# Toyota Venza



## Parker000 (Aug 13, 2019)

So I have a 2013 Toyota venza. It is a crossover minivan/SUV. It is larger than a rav 4, and especially a camry. However, it is not on the list of vehicles for uber comfort. It was only made for a few years. I've contacted customer support about the issue but have my doubts on whether anything will come of it through that venue. Does anybody have any suggestions or similar struggle with being approved for the new comfort platform?


----------



## doyousensehumor (Apr 13, 2015)

Too old. Comfort it model year 2016/17 and newer.

There is a list somewhere of the vehicle list.

Your vehicle is 3 times older than their requirements.


----------



## WAHN (May 6, 2019)

doyousensehumor said:


> Too old. Comfort it model year 2016/17 and newer.


That. 

For future reference, is the GLH close to you?

https://www.uber.com/drive/orlando/contact/


----------



## Parker000 (Aug 13, 2019)

From what it read when it initially launched, the vehicle had to be 13 or newer. But they may have tightened the restrictions

I'm actually unsure as to what the glh is


----------



## VictorD (Apr 30, 2017)

Parker000 said:


> But they may have tightened the restrictions


Yes... like they always do.

And lowered the pay... like they always do.


----------



## Iann (Oct 17, 2017)

Curious to why you want to give Comfort rides?

From what people are saying they get dinged because their temperature was 2 degrees to high or low or some other Bullshit excuse.


----------



## EngineerAtHeart (Nov 8, 2018)

Parker000 said:


> From what it read when it initially launched, the vehicle had to be 13 or newer. But they may have tightened the restrictions
> 
> I'm actually unsure as to what the glh is


During beta in Chicago is was 2015 midsize sedans and newer/bigger. The rates were 65% higher.

During the full rollout, it became 2017 fullsize sedans and newer/bigger for a 7% higher rate.

Not worth anyone's time to buy a new vehicle, if you already had it fine. Comfort's seem to be longer rides as well.


----------



## R3drang3r (Feb 16, 2019)

Iann said:


> Curious to why you want to give Comfort rides?
> 
> From what people are saying they get dinged because their temperature was 2 degrees to high or low or some other Bullshit excuse.


No more than any other ride. I've been doing comfort rides since the beginning of May. I've only had two actual people request temperature. They simply requested that it be cold. No driver reports, no negative ratings. Pays better than an X ride.


----------



## WinterFlower (Jul 15, 2019)

Parker000 said:


> From what it read when it initially launched, the vehicle had to be 13 or newer. But they may have tightened the restrictions
> 
> I'm actually unsure as to what the glh is


Green Light Hub. Is the American version of Rohit BS


----------



## amazinghl (Oct 31, 2018)

Parker000 said:


> I'm actually unsure as to what the glh is


In the Uber world, what WinterFlower said.

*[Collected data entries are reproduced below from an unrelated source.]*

def body(id, name, triangles, closed_form=None, shells=1, voids=0, turned=False, sound=True,
         findings=(), uncounted=False):
    """A body that is weighed. `triangles`: what bounds it; `uncounted`: their number is left open,
    where dropped or empty facets may be counted or not."""
    m = Moments(triangles)
    assert m.volume > 0, id
    if closed_form is not None:
        assert m.volume == closed_form, (id, m.volume, closed_form)
    out = {"id": id, "name": name, "triangles": None if uncounted else len(triangles),
           "shells": shells, "voids": voids, "closed": True, "sound": sound, "turned": turned,
           "volume_mm3": float(m.volume), "k_mm3": float(m.k), "diagonal_mm": m.diagonal,
           "area_mm2": area(triangles), "centroid_mm": [float(x) for x in m.centroid],
           "inertia_mm5": [[float(x) for x in row] for row in m.inertia],
           "bounds_mm": [[float(x) for x in m.low], [float(x) for x in m.high]],
           "refused": None, "findings": sorted(findings)}
    exact = str(m.volume)
    if len(exact) < 60:
        out["volume_exact_mm3"] = exact
    return out


def refused(id, name, triangles, kind, closed, open_edges=None, loops=None, shells=None,
            findings=()):
    """A body that `weigh` must refuse."""
    return {"id": id, "name": name, "triangles": triangles, "shells": shells, "voids": None,
            "closed": closed, "sound": False, "turned": None, "volume_mm3": None,
            "refused": {"kind": kind, "open_edges": open_edges, "loops": loops},
            "findings": sorted(findings)}


def finding(kind, severity, count=None):
    return {"kind": kind, "severity": severity, "count": count}


def fixture(path, data, triangles, bodies, source, check=0, weigh=0, findings=(), may=(),
            total=None, warnings=()):
    """`bodies` None: only what is left (exit codes, findings, total) is asserted."""
    target = ROOT / path
    target.parent.mkdir(parents=True, exist_ok=True)
    target.write_bytes(data)
    ENTRIES.append({"path": path, "format": target.suffix[1:].lower(), "triangles": triangles,
                    "check_exit": check, "weigh_exit": weigh, "findings": list(findings),
                    "may_find": list(may), "bodies": bodies, "total_volume_mm3": total,
                    "warnings": list(warnings), "error": None, "source": source})


def simple(path, data, triangles, name, source, closed_form=None, id=None, **more):
    stem = pathlib.Path(path).stem
    fixture(path, data, len(triangles), [body(id or name or stem, name, triangles, closed_form)],
            source, **more)


CUBE = fans(box())
V = Fraction(1000)
FORM = "closed form: edge cubed"


def readers():
    """One sound cube each, written the ways that exporters write."""
    simple("cube-binary.stl", stl_binary(CUBE), CUBE, None, FORM, V)
    simple("cube-header-says-solid.stl", stl_binary(CUBE, b"solid cube, yet binary"), CUBE, None,
           FORM, V)
    simple("cube-ascii.stl", stl_ascii(CUBE, "cube"), CUBE, "cube", FORM, V)
    simple("cube-ascii-crlf.stl", stl_ascii(CUBE, "cube", "\r\n"), CUBE, "cube", FORM, V)
    simple("cube-ascii-tabs.stl", stl_ascii(CUBE, "cube", indent="\t"), CUBE, "cube", FORM, V)
    upper = stl_ascii(CUBE, "Cube").replace(b"Cube", b"@").upper().replace(b"@", b"Cube")
    simple("cube-ascii-upper-case.stl", upper, CUBE, "Cube", FORM, V)
    simple("cube-ascii-no-name.stl", stl_ascii(CUBE), CUBE, None, FORM, V)
    bare = stl_ascii(CUBE, "cube").rsplit(b"endsolid", 1)[0]
    simple("cube-ascii-no-endsolid.stl", bare, CUBE, "cube", FORM, V, may=["missing-endsolid"])
    two = fans(box((20, 0, 0), (40, 20, 20)))
    fixture("two-solids-ascii.stl", stl_ascii(CUBE, "small cube") + stl_ascii(two, "big cube"), 24,
            [body("small cube", "small cube", CUBE, V), body("big cube", "big cube", two, 8 * V)],
            FORM)
    fixture("same-name-twice-ascii.stl", stl_ascii(CUBE, "cube") + stl_ascii(two, "cube"), 24,
            [body("cube", "cube", CUBE, V), body("cube/2", "cube", two, 8 * V)], FORM)
    fixture("two-bodies-binary.stl", stl_binary(CUBE + two), 24,
            [body("two-bodies-binary", None, CUBE, V), body("two-bodies-binary/2", None, two, 8 * V)],
            FORM)
    simple("cube.obj", obj([("cube", box())]), CUBE, "cube", FORM, V)
    simple("cube-no-name.obj", obj([(None, box())]), CUBE, None, FORM, V)
    vertices = [p for f in (box()[0], box()[1]) for p in f]
    head = "".join(f"v {p[0]} {p[1]} {p[2]}\n" for p in vertices)
    negative = [[vertices.index(p) - len(vertices) for p in f] for f in box()]
    text = head + "o cube\n" + "".join("f " + " ".join(map(str, f)) + "\n" for f in negative)
    simple("cube-negative-indices.obj", text.encode(), CUBE, "cube", FORM, V)
    odd = "# a cube, its lines broken\r\nmtllib none.mtl\r\no cube\r\ns off\r\n"
    odd += "".join(f"v {p[0]} \\\r\n  {p[1]} {p[2]} # corner\r\n" for p in vertices)
    odd += "vt 0 0\r\nvn 0 0 1\r\n"
    for i, f in enumerate(box()):
        w = [str(vertices.index(p) + 1) + ("/1/1", "//1", "/1", "")[i % 4] for p in f]
        odd += f"f {w[0]} {w[1]} \\\r\n {w[2]} {w[3]}\r\n"
    simple("cube-continuations-comments.obj", odd.encode(), CUBE, "cube", FORM, V)
    fixture("names-usemtl-only.obj",
            obj([("Steel plate", box()), ("Rubber", box((20, 0, 0), (40, 20, 20)))], "usemtl"), 24,
            [body("Steel plate", "Steel plate", CUBE, V), body("Rubber", "Rubber", two, 8 * V)],
            FORM)
    mixed = obj([("left", box()), ("right", box((20, 0, 0), (40, 20, 20)))])
    mixed = mixed.replace(b"o left\n", b"o left\ng ignored one\nusemtl steel\n")
    mixed = mixed.replace(b"o right\n", b"o right\ng ignored two\nusemtl steel\n")
    fixture("names-o-and-g-mixed.obj", mixed, 24,
            [body("left", "left", CUBE, V), body("right", "right", two, 8 * V)],
            FORM + "; `o` wins over `g` and `usemtl`")
    name = "Düsenhalter links № 2"
    simple("name with spaces – ünïcode.obj", obj([(name, box())]), CUBE, name, FORM, V)
    name = "red \x1b[31mname"
    simple("name-escape-sequence.obj", obj([(name, box())], "g"), CUBE, name, FORM, V)
    plus, minus = (("0", "0.0", "0.0e0"), ("-0", "-0.0", "-0.0e0"))
    signed = stl_ascii(CUBE, "cube").decode().splitlines()
    for i, line in enumerate(signed):
        if "vertex" in line:
            words = ["vertex"] + [(minus if i % 2 else plus)[(i + k) % 3] if w == "0" else w
                                  for k, w in enumerate(line.split()[1:])]
            signed[i] = " ".join(words)
    simple("minus-zero-ascii.stl", ("\n".join(signed) + "\n").encode(), CUBE, "cube", FORM, V)
    signs = [[tuple(-0.0 if x == 0 and (i + j) % 2 else float(x) for x in p)
              for j, p in enumerate(t)] for i, t in enumerate(CUBE)]
    simple("minus-zero-binary.stl", stl_binary(signs), CUBE, None, FORM, V)
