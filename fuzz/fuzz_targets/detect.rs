//! Any bytes through detection and the whole reader, with and without a hint.
#![no_main]

use std::path::Path;

use bismar::format::{Bytes, Family, read};
use libfuzzer_sys::fuzz_target;

fuzz_target!(|data: &[u8]| {
    for hint in [None].into_iter().chain(Family::ALL.map(Some)) {
        if let Err(error) = read(Bytes::Owned(data.to_vec()), Path::new("x"), hint) {
            assert!(error.path.is_some() && !error.advice.is_empty());
        }
    }
});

In the car world, GLH stands for Goes Like Hell.
https://www.google.com/search?client=firefox-b-1-d&q=glh+car
Carroll Shelby made a Goes Like Hell Somemore based on the GLH.


----------



## TomTheAnt (Jan 1, 2019)

amazinghl said:


> Carroll Shelby made a Goes Like Hell Somemore based on the GLH.


Those little Omnis with the turbo engine were indeed going like hell. And you could tweak them to go even more.


----------



## losiglow (Dec 4, 2018)

Here in UT it's 2014 or newer. So a 2014 Camry can do comfort but a 2012 Acura TL can't. Ok....


----------